General AgentsFeatured3,473 views16 likes

How I Turned Claude Into My Health Guru (And Discovered Why AI Needs to Sleep)

A personal journey into sleep optimization with AI unexpectedly reveals fundamental limitations in how language models handle memory and knowledge. Discover why AI might need its own version of sleep, and how insights from neuroscience could revolutionize how AI systems learn and remember.

Sahar Carmel

Sahar Carmel

Director AI enablement
October 13, 20258 min read
How I Turned Claude Into My Health Guru (And Discovered Why AI Needs to Sleep)

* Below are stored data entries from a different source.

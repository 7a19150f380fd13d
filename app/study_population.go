package main

// The Population window: simulate many virtual individuals whose values
// are drawn from distributions, and show percentile bands, readout
// histograms and the samples that failed.

import (
	"context"
	"errors"
	"fmt"
	"math"
	"slices"
	"strconv"
	"strings"

	"fyne.io/fyne/v2"
	"fyne.io/fyne/v2/container"
	"fyne.io/fyne/v2/theme"
	"fyne.io/fyne/v2/widget"
	"gonum.org/v1/plot"

	"kinetarium/app/study"
	"kinetarium/network"
	"kinetarium/solve/explore"
)

// Sampling choices.
const (
	samplingRandom = "Random"
	samplingLHS    = "Latin hypercube"
)

// varyRow is the widgets of one varied quantity.
type varyRow struct {
	quantity *widget.Select
	dist     *widget.Select
	aLabel   *widget.Label
	bLabel   *widget.Label
	a, b     *widget.Entry
	object   fyne.CanvasObject
}

// distribution reads the row; n names it in errors.
func (r *varyRow) distribution(n int) (explore.Distribution, error) {
	what := fmt.Sprintf("quantity %d", n)
	a, err := number(r.a.Text, what+": the "+r.aLabel.Text)
	if err != nil {
		return nil, err
	}
	b, err := number(r.b.Text, what+": the "+r.bLabel.Text)
	if err != nil {
		return nil, err
	}
	for _, d := range study.Distributions {
		if d.Title == r.dist.Selected {
			x, err := d.Make(a, b)
			if err != nil {
				return nil, fmt.Errorf("%s: %w", what, err)
			}
			return x, nil
		}
	}
	return nil, fmt.Errorf("%s: choose a distribution", what)
}

// populationWindow is the Population window of one model (as it was when
// the window was opened).
type populationWindow struct {
	win      fyne.Window
	model    *network.Model
	prep     *study.Prepared
	qs       []quantity
	rows     []*varyRow
	list     *fyne.Container
	size     *widget.Entry
	seed     *widget.Entry
	sampling *widget.Select
	ro       *readoutEditor
	ctl      *runControls

	job     *study.Job
	res     *explore.Result
	partial bool           // res is of a run stopped by Cancel
	spill   *explore.Spill // holds res's samples
	closed  bool           // the window was closed

	tabs       *container.AppTabs
	species    *widget.Select
	logTime    *widget.Check
	logY       *widget.Check
	bands      *studyFigure
	readoutSel *widget.Select
	summary    *widget.Label
	hist       *studyFigure
	failures   *failureList
}

// newPopulationWindow makes the Population window for m in a.
func newPopulationWindow(a fyne.App, m *network.Model, name string) (*populationWindow, error) {
	prep, err := study.Prepare(m)
	if err != nil {
		return nil, err
	}
	p := &populationWindow{win: a.NewWindow("Population — " + name), model: m, prep: prep, qs: quantities(m), list: container.NewVBox()}
	p.size = widget.NewEntry()
	p.size.SetText("500")
	p.seed = widget.NewEntry()
	p.seed.SetText("1")
	p.sampling = widget.NewSelect([]string{samplingRandom, samplingLHS}, nil)
	p.sampling.SetSelected(samplingLHS)
	species := prep.Quantities()
	p.ro = newReadoutEditor(species)
	p.ro.noteUnits(m)
	p.ctl = newRunControls(p.start)
	for i := 0; i < 2 && i < len(p.qs); i++ {
		p.addRow(p.qs[i].label)
	}
	p.ro.add(explore.Max, "", 0)
	p.ro.add(explore.AUC, "", 0)

	add := widget.NewButtonWithIcon("Add quantity", theme.ContentAddIcon(), func() { p.addRow("") })
	add.Importance = widget.LowImportance
	form := widget.NewForm(
		widget.NewFormItem("Sample size", p.size),
		widget.NewFormItem("Random seed", p.seed),
		widget.NewFormItem("Sampling", p.sampling),
	)
	setup := container.NewVBox(
		sectionTitle("Varied quantities"), p.list, container.NewHBox(add),
		widget.NewSeparator(), form,
		widget.NewSeparator(), sectionTitle("Readouts"), p.ro.content,
		widget.NewSeparator(), p.ctl.content)
	left := container.NewVScroll(container.NewPadded(setup))

	p.bands = newStudyFigure("Press Run to simulate the population; the median and the 25–75 % and 5–95 % bands are drawn here.")
	p.hist = newStudyFigure("Press Run; each readout's spread over the population is drawn here.")
	p.species = widget.NewSelect(species, func(string) { p.drawBands() })
	if len(species) > 0 {
		p.species.SetSelected(species[0])
	}
	p.logTime = widget.NewCheck("Log time", func(bool) { p.drawBands() })
	p.logTime.SetChecked(prep.Sim.Output.Spacing == "log")
	p.logY = widget.NewCheck("Log concentration", func(bool) { p.drawBands() })
	p.readoutSel = widget.NewSelect(nil, func(string) { p.drawHistogram() })
	p.summary = widget.NewLabel("")
	p.summary.Wrapping = fyne.TextWrapWord
	p.failures = newFailureList("sample", func() {
		p.failures.exportAs(p.win, func(path string) { p.ctl.status.SetText("Failures saved to " + path) })
	})
	p.failures.kind, p.failures.prep = "population", prep

	bandBar := container.NewHBox(widget.NewLabel("Species"), p.species, p.logTime, p.logY)
	histBar := container.NewVBox(container.NewHBox(widget.NewLabel("Readout"),
		container.NewGridWrap(fyne.NewSize(220, p.readoutSel.MinSize().Height), p.readoutSel)), p.summary)
	p.tabs = container.NewAppTabs(
		container.NewTabItem("Bands", container.NewBorder(bandBar, nil, nil, nil, p.bands)),
		container.NewTabItem("Readouts", container.NewBorder(histBar, nil, nil, nil, p.hist)),
		container.NewTabItem("Failed samples", p.failures.content),
	)
	exportFig := widget.NewButtonWithIcon("Figure…", theme.DocumentSaveIcon(), p.exportFigure)
	exportSamples := widget.NewButtonWithIcon("Samples (CSV)…", theme.DocumentSaveIcon(), func() { p.exportTable("samples.csv", p.saveSamples) })
	exportBands := widget.NewButtonWithIcon("Bands (CSV)…", theme.DocumentSaveIcon(), func() { p.exportTable("bands.csv", p.saveBands) })
	top := container.NewHBox(widget.NewLabel("Export:"), exportFig, exportSamples, exportBands, p.failures.export)
	right := container.NewBorder(container.NewBorder(nil, nil, nil, top), nil, nil, nil, p.tabs)

	split := container.NewHSplit(left, container.NewPadded(right))
	split.Offset = 0.38
	p.win.SetContent(split)
	p.win.SetOnClosed(func() {
		// A run in progress is stopped; finished drops its spill file.
		p.closed = true
		p.ctl.stopRun()
		p.spill.Close()
	})
	p.win.Resize(fyne.NewSize(1240, 780))
	return p, nil
}

// addRow adds a varied quantity, log-normal around the model's value with
// a CV of 30 %.
func (p *populationWindow) addRow(label string) *varyRow {
	r := &varyRow{
		quantity: widget.NewSelect(quantityLabels(p.qs), nil),
		dist:     widget.NewSelect(nil, nil),
		aLabel:   widget.NewLabel(""),
		bLabel:   widget.NewLabel(""),
		a:        widget.NewEntry(),
		b:        widget.NewEntry(),
	}
	for _, d := range study.Distributions {
		r.dist.Options = append(r.dist.Options, d.Title)
	}
	r.quantity.PlaceHolder = "Choose a quantity…"
	r.dist.OnChanged = func(s string) {
		for _, d := range study.Distributions {
			if d.Title == s {
				r.aLabel.SetText(d.ALabel)
				r.bLabel.SetText(d.BLabel)
			}
		}
	}
	r.quantity.OnChanged = func(s string) {
		q, ok := findQuantity(p.qs, s)
		if !ok {
			return
		}
		if q.value > 0 {
			r.dist.SetSelected(study.Distributions[0].Title)
			r.a.SetText(short(q.value))
			r.b.SetText("30")
			return
		}
		r.dist.SetSelected(study.Distributions[2].Title)
		r.a.SetText("0")
		r.b.SetText("1")
	}
	r.dist.SetSelected(study.Distributions[0].Title)
	if label != "" {
		r.quantity.SetSelected(label)
	}
	remove := widget.NewButtonWithIcon("", theme.DeleteIcon(), func() { p.removeRow(r) })
	remove.Importance = widget.LowImportance
	entry := func(l *widget.Label, e *widget.Entry) fyne.CanvasObject {
		return container.NewBorder(nil, nil, l, nil, e)
	}
	line1 := container.NewGridWithColumns(2, r.quantity, r.dist)
	line2 := container.NewGridWithColumns(2, entry(r.aLabel, r.a), entry(r.bLabel, r.b))
	r.object = container.NewBorder(nil, widget.NewSeparator(), nil, remove, container.NewVBox(line1, line2))
	p.rows = append(p.rows, r)
	p.list.Add(r.object)
	return r
}

// removeRow removes a varied quantity.
func (p *populationWindow) removeRow(r *varyRow) {
	if i := slices.Index(p.rows, r); i >= 0 {
		p.rows = slices.Delete(p.rows, i, i+1)
		p.list.Remove(r.object)
		p.win.Content().Refresh()
	}
}

// prepare reads the form into a job with bands on every species.
func (p *populationWindow) prepare() (*study.Job, error) {
	var vary []study.Vary
	for i, r := range p.rows {
		q, ok := findQuantity(p.qs, r.quantity.Selected)
		if !ok {
			return nil, fmt.Errorf("quantity %d: choose the quantity to vary", i+1)
		}
		d, err := r.distribution(i + 1)
		if err != nil {
			return nil, err
		}
		vary = append(vary, study.Vary{Knob: q.knob, Dist: d})
	}
	if len(vary) == 0 {
		return nil, errors.New("add a quantity to vary under “Varied quantities”")
	}
	n, err := count(p.size.Text, "the sample size", 1, 1_000_000)
	if err != nil {
		return nil, err
	}
	seed, err := strconv.ParseUint(strings.TrimSpace(p.seed.Text), 10, 64)
	if err != nil {
		return nil, fmt.Errorf("the random seed %q is not usable; expected a whole number ≥ 0", p.seed.Text)
	}
	sampling := explore.Random
	if p.sampling.Selected == samplingLHS {
		sampling = explore.LatinHypercube
	}
	specs, err := p.ro.specs()
	if err != nil {
		return nil, err
	}
	job, err := p.prep.Population(vary, n, seed, sampling, specs, p.prep.Quantities())
	if err != nil {
		return nil, err
	}
	// The samples go to a spill file as they finish, so that memory does
	// not grow with the population; finished keeps it with the result.
	if job.Settings.Spill, err = explore.NewSpill(""); err != nil {
		return nil, err
	}
	return job, nil
}

// start reads the form and runs the population on every core, off the UI
// goroutine.
func (p *populationWindow) start() { p.ctl.runJob(p.prepare, p.finished) }

// finished shows the outcome of a run.
func (p *populationWindow) finished(job *study.Job, res *explore.Result, err error) {
	if res == nil || p.closed {
		job.Settings.Spill.Close()
		p.ctl.status.SetText(plainError(err))
		return
	}
	if p.spill != job.Settings.Spill {
		p.spill.Close() // the previous result's samples
	}
	p.job, p.res, p.spill = job, res, job.Settings.Spill
	p.partial = err != nil
	line := fmt.Sprintf("%d of %d samples done in %s.", res.Points-res.Failed, res.Size, roundDuration(res.Wall))
	if errors.Is(err, context.Canceled) {
		line = fmt.Sprintf("Cancelled: %d of %d samples done; the results show those (partial).", res.Points, res.Size) + partialNote
	} else if err != nil {
		line = plainError(err)
	}
	p.ctl.status.SetText(line + failureText(res, "sample"))
	p.failures.fig = job.Figures()
	p.failures.set(res, p.partial)
	p.readoutSel.SetOptions(res.Readouts)
	if len(res.Readouts) > 0 {
		p.readoutSel.SetSelected(res.Readouts[0])
	}
	p.drawBands()
	p.drawHistogram()
}

// bandFigure draws the bands of the chosen species.
func (p *populationWindow) bandFigure() (*plot.Plot, error) {
	if p.res == nil || p.res.Bands == nil {
		return nil, errors.New("no population to draw yet")
	}
	if !slices.Contains(p.prep.Quantities(), p.species.Selected) {
		return nil, errors.New("choose a species")
	}
	return p.job.Figures().Bands(p.res, p.species.Selected, p.logTime.Checked, p.logY.Checked)
}

// histogramFigure draws the distribution of the chosen readout.
func (p *populationWindow) histogramFigure() (*plot.Plot, error) {
	if p.res == nil {
		return nil, errors.New("no population to draw yet")
	}
	return p.job.Figures().Histogram(p.res, slices.Index(p.res.Readouts, p.readoutSel.Selected))
}

func (p *populationWindow) drawBands() {
	if p.bands == nil || p.res == nil {
		return
	}
	fig, err := p.bandFigure()
	hint := ""
	if err != nil {
		hint = plainError(err)
	}
	p.bands.set(fig, hint)
}

func (p *populationWindow) drawHistogram() {
	if p.hist == nil || p.res == nil {
		return
	}
	p.summary.SetText(p.readoutSummary())
	fig, err := p.histogramFigure()
	hint := ""
	if err != nil {
		hint = plainError(err)
	}
	p.hist.set(fig, hint)
}

// readoutSummary gives the chosen readout's percentiles in one line.
func (p *populationWindow) readoutSummary() string {
	r := slices.Index(p.res.Readouts, p.readoutSel.Selected)
	if r < 0 {
		return ""
	}
	fig := p.job.Figures()
	vals, undefined, err := fig.ReadoutValues(p.res, r)
	if err != nil {
		return plainError(err)
	}
	if len(vals) == 0 {
		return fmt.Sprintf("No sample has a value (%d undefined).", undefined)
	}
	var parts []string
	for _, q := range study.Percentiles {
		parts = append(parts, fmt.Sprintf("%g %%: %s", math.Round(q*100), short(study.EmpiricalQuantile(vals, q))))
	}
	line := fmt.Sprintf("n = %d · ", len(vals)) + strings.Join(parts, " · ")
	if u := fig.ReadoutUnit(r); u != "" {
		line += " (" + u + ")"
	}
	if undefined > 0 {
		line += fmt.Sprintf(" · undefined in %d %s", undefined, plural(undefined, "sample", "samples"))
	}
	return line
}

// exportFigure saves the figure of the tab shown.
func (p *populationWindow) exportFigure() {
	if p.res == nil {
		p.ctl.status.SetText("Nothing to export yet: press Run first.")
		return
	}
	fig, base := p.bandFigure, "bands_"+fileSafe(p.species.Selected)
	if p.tabs.Selected() != nil && p.tabs.Selected().Text == "Readouts" {
		fig, base = p.histogramFigure, "hist_"+fileSafe(p.readoutSel.Selected)
	}
	exportFigureAs(p.win, base, "population", p.prep, p.partial, fig, func(path string) { p.ctl.status.SetText("Figure saved to " + path) })
}

// exportTable asks for a file and saves a table there.
func (p *populationWindow) exportTable(name string, save func(string) error) {
	p.ctl.exportTable(p.win, p.res != nil, name, save)
}

// saveSamples writes every sample's values and readouts (the batch
// command's samples.csv layout).
func (p *populationWindow) saveSamples(path string) error {
	if p.res == nil {
		return errors.New("nothing to save yet: press Run first")
	}
	rows, err := p.job.Figures().RunRows(p.res)
	if err != nil {
		return err
	}
	return saveTable(path, rows, "population", p.prep, p.partial)
}

// saveBands writes the percentile bands of every species (the batch
// command's bands.csv layout).
func (p *populationWindow) saveBands(path string) error {
	if p.res == nil || p.res.Bands == nil {
		return errors.New("nothing to save yet: press Run first")
	}
	return saveTable(path, p.job.Figures().BandRows(p.res.Bands, p.prep.Quantities()), "population", p.prep, p.partial)
}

From Personal Health to Brain Research

Recent personal events led me on a fascinating journey - I started as someone who just wanted to sleep better, and ended up deep-diving into how our brains manage memory. Along the way, I discovered a fundamental problem with how language models "remember" things.

But let's start from the beginning.

When Your Body Stops Cooperating

At 34, I found myself training 3-4 times a week but carrying the pain and injuries from two workouts prior into every session. It accumulates. Fatigue at unreasonable hours, difficulty losing weight, and chronic pain. Something wasn't right.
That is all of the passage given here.